Recent studies indicate that drug discovery initiatives that depend heavily on DNA-encoded chemical libraries might be missing numerous viable drug candidates. These libraries assign a unique DNA sequence to each molecule, similar to a barcode, allowing researchers to examine extensive numbers of compounds at the same time. These large datasets are often crucial for training machine learning models that look for potential drug candidates.
Researchers, headed by Raphael Franzini from the University of Utah, aimed to assess the trustworthiness of data linked to DNA-encoded chemical libraries. They analyzed a library comprising over 58,000 compounds focused on enzymes related to DNA repair and cancer. After synthesizing and evaluating 33 molecules that were previously disregarded by screens, they found many to be just as effective as those deemed promising. Remarkably, several screens nearly missed compounds that were structurally similar to the approved cancer medication olaparib.
Franzini comments, “We discovered that DNA-encoded library data frequently categorizes effective molecules as ineffective ones.” The problem appears to stem from the DNA barcodes; molecules evaluated with these tags displayed reduced activity, particularly against targets they weren’t originally designed to interact with.
This research, referred to as a “highly relevant contribution” by Laura Guasch, a computational chemist at Roche in Switzerland, emphasizes the challenge of false negatives contaminating datasets, which can undermine machine learning algorithms used in this field. “False negatives introduce considerable noise and bias into training datasets, causing machine learning models to detect misleading patterns or disregard valid chemotypes,” states Srinivas Chamakuri, assistant professor at Baylor College of Medicine.

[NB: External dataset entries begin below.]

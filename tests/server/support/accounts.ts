import type { Knex } from 'knex';
import { mkdtempSync, writeFileSync } from 'node:fs';
import os from 'node:os';
import path from 'node:path';
import request from 'supertest';
import { createApp } from '../../../server/app';
import { loadConfig } from '../../../server/config';
import { startFakeSmtp, type FakeSmtp } from '../../../server/mail/fake-smtp';
import { smtpMailer } from '../../../server/mail/mailer';
import { demoUsers } from '../../../seeds/data/demo';
import { freshDatabase } from './test-db';

/** supertest's default Host is 127.0.0.1:<port>; requests name the same origin. */
export const demo = Object.fromEntries(demoUsers.map((u) => [u.roles[0], u])) as Record<
  'admin' | 'analyst' | 'auditor' | 'approver',
  (typeof demoUsers)[number]
>;

export interface AccountsWorld {
  db: Knex;
  app: ReturnType<typeof createApp>;
  smtp: FakeSmtp;
  clock: { now: number };
  logged: string[];
  close(): Promise<void>;
}

function emptyWebRoot(): string {
  const dir = mkdtempSync(path.join(os.tmpdir(), 'hairline-web-'));
  writeFileSync(path.join(dir, '+not-found.html'), '<p>no such page</p>');
  return dir;
}

/**
 * A seeded database, the app with a movable clock, and the local mail fake
 * on a free loopback port feeding the outbox.
 */
export async function accountsWorld(env: Record<string, string> = {}): Promise<AccountsWorld> {
  const db = await freshDatabase({ seed: true });
  const clock = { now: Date.parse('2026-12-02T09:00:00Z') };
  const smtp = await startFakeSmtp(db, { now: () => clock.now });
  const config = loadConfig(
    { HAIRLINE_DATABASE: ':memory:', HAIRLINE_WEB_ROOT: emptyWebRoot(), HAIRLINE_SESSION_SECRET: 'x'.repeat(40), ...env },
    os.tmpdir(),
  );
  const logged: string[] = [];
  const app = createApp({ db, config, mailer: smtpMailer(config, smtp.port), now: () => clock.now, log: (m, e) => logged.push(`${m} ${String(e)}`) });
  return {
    db,
    app,
    smtp,
    clock,
    logged,
    async close() {
      await smtp.close();
      await db.destroy();
    },
  };
}

export const host = 'hairline.test';
export const origin = `http://${host}`;

/** A cookie jar whose requests name this server in Host and Origin, as a browser on it would. */
export function browser(app: AccountsWorld['app']) {
  return request.agent(app).set('Host', host).set('Origin', origin);
}

/** A browser agent already signed in as the demo user of `role`. */
export async function signedIn(world: AccountsWorld, role: keyof typeof demo) {
  const agent = browser(world.app);
  const res = await agent.post('/api/v1/auth/sign-in').send({ email: demo[role].email, password: demo[role].password });
  if (res.status !== 200) throw new Error(`sign-in as ${role} answered ${res.status}`);
  return agent;
}

export function sessionIdOf(res: request.Response): string | null {
  const cookies = ([] as string[]).concat(res.headers['set-cookie'] ?? []);
  const c = cookies.find((x) => x.startsWith('hairline.sid='));
  return c ? decodeURIComponent(c.split(';')[0].slice('hairline.sid='.length)) : null;
}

Franzini’s team demonstrated that ostensibly effective machine learning models were simply recognizing recurring structural patterns, lacking genuine predictive power. Guasch remarks, “A key implication of this study is the notable risk that existing drug discovery initiatives might be overlooking potential drug candidates because of high rates of false negatives.”
The research showed that removing unreliable data from training sets and focusing on verified active compounds significantly enhanced models’ capabilities to pinpoint promising drugs. This implies that significant modifications may be necessary in machine learning methodologies for drug discovery to address inherent biases present in screening data.